Just my two cents...pretty much looks like a problem I've experienced lately.Could there be some BEMF involved in this?What do you think Sean?


----------



## NIMT (Jan 6, 2011)

Jake,
You possibly could be right.
93firebird, 
What value is in CV57?


----------



## 93firebird (Dec 25, 2011)

Just wondering how anything could change from one system to the next. I simply changed controller.


----------



## 93firebird (Dec 25, 2011)

Cv 57 is set at 6


----------



## Brakeman Jake (Mar 8, 2009)

You are,just like me,starting to learn about DCC.This technology opens a whole world of possibilities for controlling model trains but does have a learning process along the way.Once you'll understand how it works,wich isn't as hard as it may seem at first,you'll enjoy it and won't want to go back.

OK...only my theory here,Sean will tell you more.He's worked with me on a similarly looking problem I had two weeks ago with two identical brand new loco/decoder setups.It was found that,in my case,a function called BEMF was limiting the top speed of the locos.Speed range was limited to about 50% throttle,no more acceleration behond that.Turning it off by setting CV61 to 0 corrected the problem.

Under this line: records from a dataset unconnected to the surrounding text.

"""Feedback around several stages: where the loop is, and T₀, ideal gain and closed loop as a designer works them out.

A loop is looked for at the wires into the control and common terminals of the transistors that the signal passes: cut
there, return ratio T above 1 at mid-band. It is feedback around the amplifier where it dies when a later node that all
signal passes is held at ground, and it is *one* loop where no other such wire has T above 1 once the first transistor
is dead. So an emitter resistor alone is none: its signal does not come back through the wire into the emitter.

By hand the loop is opened at its last inverting transistor: gm·(resistance at its collector) times the gains from node
to node round to its base is T₀, f_H is that of T times 1 + T₀, and the gain is A∞·T₀/(1 + T₀).

Sources: Gray, Hurst, Lewis and Meyer, "Analysis and Design of Analog Integrated Circuits", 5th ed., 2009, chapter 8
(return ratio, section 8.8; from memory); Rosenstark, IEEE Trans. Education E-17(4), 1974.
"""

from __future__ import annotations

import math
from collections.abc import Collection, Iterator, Mapping

import numpy as np
from msgspec import Struct
from msgspec.structs import replace

from tauledger.circuit import GROUND, Port
from tauledger.devices.family import Device
from tauledger.devices.parts import current_source, voltage_source
from tauledger.errors import InputError, NetworkError
from tauledger.hand.arrangements import outer
from tauledger.hand.equivalent import upper_circuit
from tauledger.hand.estimate import SignalNode, StageRow
from tauledger.hand.looking_in import looking_in
from tauledger.hand.stages import stage_rows
from tauledger.network.assemble import Network, assemble
from tauledger.network.bands import GAIN_TOLERANCE, Bands, merged_nodes, upper_network
from tauledger.network.loop_shape import signed_size
from tauledger.network.midband import MidBand
from tauledger.network.reactances import REACTIVE
from tauledger.network.return_ratio import CONTROLLED, VOLTAGE_KINDS, at_source, at_wire, return_ratio
from tauledger.network.solve import on_axis, response

LOOP_ABOVE = 1.0
# What is left of T where only another way round leads, past the part that was taken out of the loop.
DIES = 0.1
SOURCE = "loop'i"


class FoundLoop(Struct, frozen=True):
    """A loop around the amplifier.

    owner, node, word: the wire at which it is cut, into this terminal of this transistor; empty node: `owner` is a
    controlled source, and it is opened there. device: the last inverting transistor (or the source itself). path: the
    signal nodes that it passes.
    """

    owner: str
    node: str
    word: str
    device: str
    path: tuple[str, ...]


class LoopStage(Struct, frozen=True):
    """One factor of T₀: the node that is reached, its gain by hand and exact; the first is a resistance in Ω."""

    node: str
    title: str
    hand: float
    exact: float


class HandLoop(Struct, frozen=True):
    """T₀ by hand: gm in S of `device` times every stage's gain; exact_t0 is the product of the exact ones."""

    device: str
    siemens: float
    stages: tuple[LoopStage, ...]
    t0: float
    exact_t0: float


def find_loop(
    network: Network,
    devices: tuple[Device, ...],
    nodes: tuple[SignalNode, ...],
    stages: tuple[StageRow, ...],
    at_hz: float,
) -> FoundLoop | None:
    """Find the one feedback loop around the amplifier; None where there is none or several.

    at_hz: mid-band. Balanced circuits, analysed as halves, are left out.
    """
    if any(stage.image for stage in stages):
        return None
    place = _places(nodes, stages)
    wires = sorted(_wires(devices, place), key=lambda wire: wire[0])
    loops = [wire for wire in wires if signed_size(_wire_ratio(network, wire[1], wire[2], at_hz)) > LOOP_ABOVE]
    for where, owner, node, word in loops:
        path = tuple(
            stage.node
            for k, stage in enumerate(stages)
            if k > where and _wire_ratio(network, owner, node, at_hz, held=stage.node).real < DIES
        )
        if not path:
            continue
        rest = _without_gm(network, {owner})
        others = (_wire_ratio(rest, wire[1], wire[2], at_hz) for wire in loops if wire[1] != owner)
        if any(signed_size(t) > LOOP_ABOVE for t in others):
            return None
        device = _last_inverting(network, devices, stages, (owner, node), at_hz)
        return None if not device else FoundLoop(owner, node, word, device, path)
    return _at_lone_source(network, devices, at_hz)


def hand_loop(closed: Bands, devices: tuple[Device, ...], owner: str) -> HandLoop | None:
    """Work T₀ out at one transistor, or lone transconductance: from its output round to its control.

    closed: the whole network, its capacitors classed at mid-band. None where no hand rule gives all of it.
    """
    network, at_hz = closed.network, closed.midband.frequency_hz
    parts = [part for part in network.parts if part.owner == owner and part.kind in CONTROLLED]
    if not parts or parts[0].kind != "transconductance":
        return None
    first = parts[0]
    dead = _without_gm(network, {owner})
    source = current_source(SOURCE, first.nodes[0], first.nodes[1], 1.0)
    port = Port(first.nodes[2], first.nodes[3])
    others = tuple(replace(one, cell=None) if one.name == owner else one for one in devices)
    try:
        opened = assemble((*dead.parts, source), port, {**dict.fromkeys(network.amplitudes, 0j), SOURCE: 1.0})
        bands = classed_as(closed, opened)
        if bands is None:
            return None
        circuit = upper_circuit(bands, others)
        rows = stage_rows(bands, others)
    except (NetworkError, InputError):
        return None
    control = outer(circuit, circuit.at[first.nodes[2]])
    ends = [k for k, row in enumerate(rows) if circuit.at.get(row.node) == control]
    if not ends:
        return None
    stages = []
    for k, row in enumerate(rows[: ends[0] + 1]):
        hand = row.gain_hand
        if k == 0 and hand is None:
            # the source leads to an inner node: behind a series resistance it drives the same current
            hand = math.copysign(looking_in(circuit, circuit.at[row.node], row.node).ohm, row.gain_exact or -1.0)
        if hand is None or not row.gain_exact:
            return None
        stages.append(LoopStage(row.node, row.title, hand, row.gain_exact))
    total = complex(response(opened, np.array([at_hz]))[0]).real
    inside = total / math.prod(stage.exact for stage in stages)
    r_pi = _inner_divider(devices, network, owner)
    if r_pi is not None:
        stages.append(LoopStage(first.nodes[2], f"inside {owner}, behind r_b", r_pi, inside))
    t0 = -first.value * math.prod(stage.hand for stage in stages)
    return HandLoop(owner, first.value, tuple(stages), t0, -first.value * total)


def classed_as(closed: Bands, opened: Network) -> Bands | None:
    """Take every capacitor and inductor of an opened loop for what it is at mid-band of the closed one; others as open.

    None where the gain of what is left is more than 2 % off, and where capacitors set the gain.
    Raises NetworkError where the opened network has no unique solution at mid-band.
    """
    if closed.gain_setting:
        return None
    reactive = [part for part in opened.parts if part.kind in REACTIVE]
    class_of = {part.name: closed.class_of.get(part.name, "open") for part in reactive}
    merged = merged_nodes(opened, class_of)
    upper = upper_network(opened, class_of, merged)
    at_hz = closed.midband.frequency_hz
    gain = complex(response(opened, np.array([at_hz]))[0])
    merged_gain = complex(response(upper, np.zeros(1))[0])
    if not abs(merged_gain.real - gain.real) <= GAIN_TOLERANCE * abs(gain):
        return None
    midband = MidBand(at_hz, at_hz, at_hz, gain)
    return Bands(opened, midband, class_of, {}, merged, upper, opened, sound=True)


def _inner_divider(devices: tuple[Device, ...], network: Network, owner: str) -> float | None:
    """Give r_π/(r_b + r_π) where the transistor has a base resistance, else None."""
    device = next((one for one in devices if one.name == owner), None)
    cell = device.cell if device is not None else None
    series = next((part for part in network.parts if part.name == f"{owner}.g_b"), None)
    if cell is None or cell.r_pi is None or series is None:
        return None
    return cell.r_pi / (cell.r_pi + 1.0 / series.value)


def _places(nodes: tuple[SignalNode, ...], stages: tuple[StageRow, ...]) -> Mapping[str, int]:
    """Give for every network node on a stage its place in the signal order."""
    members = {row.name: row.members for row in nodes}
    return {node: k for k, stage in enumerate(stages) for node in (stage.node, *members.get(stage.node, ()))}


def _wires(devices: tuple[Device, ...], place: Mapping[str, int]) -> Iterator[tuple[int, str, str, str]]:
    """Give the wires into control and common terminals that the signal passes: place, owner, node, word.

    Feedback may arrive at the common terminal, which not all signal passes: its place is then that of the control.
    """
    for device in devices:
        cell = device.cell
        if cell is None:
            continue
        ends = [next((t for t in device.terminals if t.inner == node), None) for node in (cell.control, cell.common)]
        places = [place.get(end.outer) for end in ends if end is not None]
        for end in ends:
            where = None if end is None else place.get(end.outer, places[0])
            if end is not None and where is not None and end.outer != GROUND:
                yield where, device.name, end.outer, end.word


def _wire_ratio(network: Network, owner: str, node: str, at_hz: float, held: str = "") -> complex:
    """Give T of a wire at mid-band, with a node held at ground where one is named; 0 where there is no such wire."""
    try:
        if held:
            grounded = (*network.parts, voltage_source("loop'held", held, GROUND))
            network = assemble(grounded, network.port, network.amplitudes)
        return complex(return_ratio(at_wire(network, owner, node), on_axis(at_hz))[0])
    except (NetworkError, InputError):
        return 0j


def _without_gm(network: Network, owners: Collection[str]) -> Network:
    parts = tuple(
        replace(part, value=0.0) if part.owner in owners and part.kind in CONTROLLED else part for part in network.parts
    )
    return assemble(parts, network.port, network.amplitudes)


def _last_inverting(
    network: Network,
    devices: tuple[Device, ...],
    stages: tuple[StageRow, ...],
    wire: tuple[str, str],
    at_hz: float,
) -> str:
    """Name the last transistor in signal order that inverts and without whose gm the loop is dead."""
    there = {device.name for device in devices if device.cell is not None}
    whole = _wire_ratio(network, *wire, at_hz)
    for stage in reversed(stages):
        if stage.owner in there and (stage.gain_exact or 0.0) < 0.0:
            dead = _without_gm(network, {stage.owner})
            if abs(_wire_ratio(dead, *wire, at_hz)) < DIES * abs(whole):
                return stage.owner
    return ""


def _at_lone_source(network: Network, devices: tuple[Device, ...], at_hz: float) -> FoundLoop | None:
    """Find the controlled voltage source that is an amplifier by itself and has T above 1; None where not just one."""
    transistors = {device.name for device in devices if device.cell is not None and device.terminals}
    owners = dict.fromkeys(
        part.owner for part in network.parts if part.kind in VOLTAGE_KINDS and part.owner not in transistors
    )
    found = []
    for owner in owners:
        parts = [part for part in network.parts if part.owner == owner and part.kind in CONTROLLED]
        try:
            t = signed_size(complex(return_ratio(at_source(network, parts), on_axis(at_hz))[0]))
        except (NetworkError, InputError):
            continue
        if np.isfinite(t) and t > LOOP_ABOVE:
            found.append(owner)
    return FoundLoop(found[0], "", "", found[0], ()) if len(found) == 1 else None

I'll leave to Sean to explain how BEMF works and what it does to the loco.However,I've been explained on another forum that my TCS decoders have self adjusting BEMF and that it used track voltage as a reference to adjust itself.Since they are originally designed for HO voltage,my N scale locos ran poorly on N scale voltage setting,wich is an only Digitrax feature.When I tried HO setting (higher voltage) they ran fine.For these to run OK on N scale setting,BEMF will have to be readjusted,I've turned it off for the moment.

Still a theory...if your loco ran fine with your Bachmann set,may be it is that the Bachmann set pushes a little higher voltage to the track wich is not necessarily a better thing.And your other locos run fine...may be they don't have BEMF feature.Now let's read what Sean thinks of all this,I'm no pro yet,still learning............


----------



## NIMT (Jan 6, 2011)

BEMF is ON let's turn it off by setting CV57 to 0 and see if that helps.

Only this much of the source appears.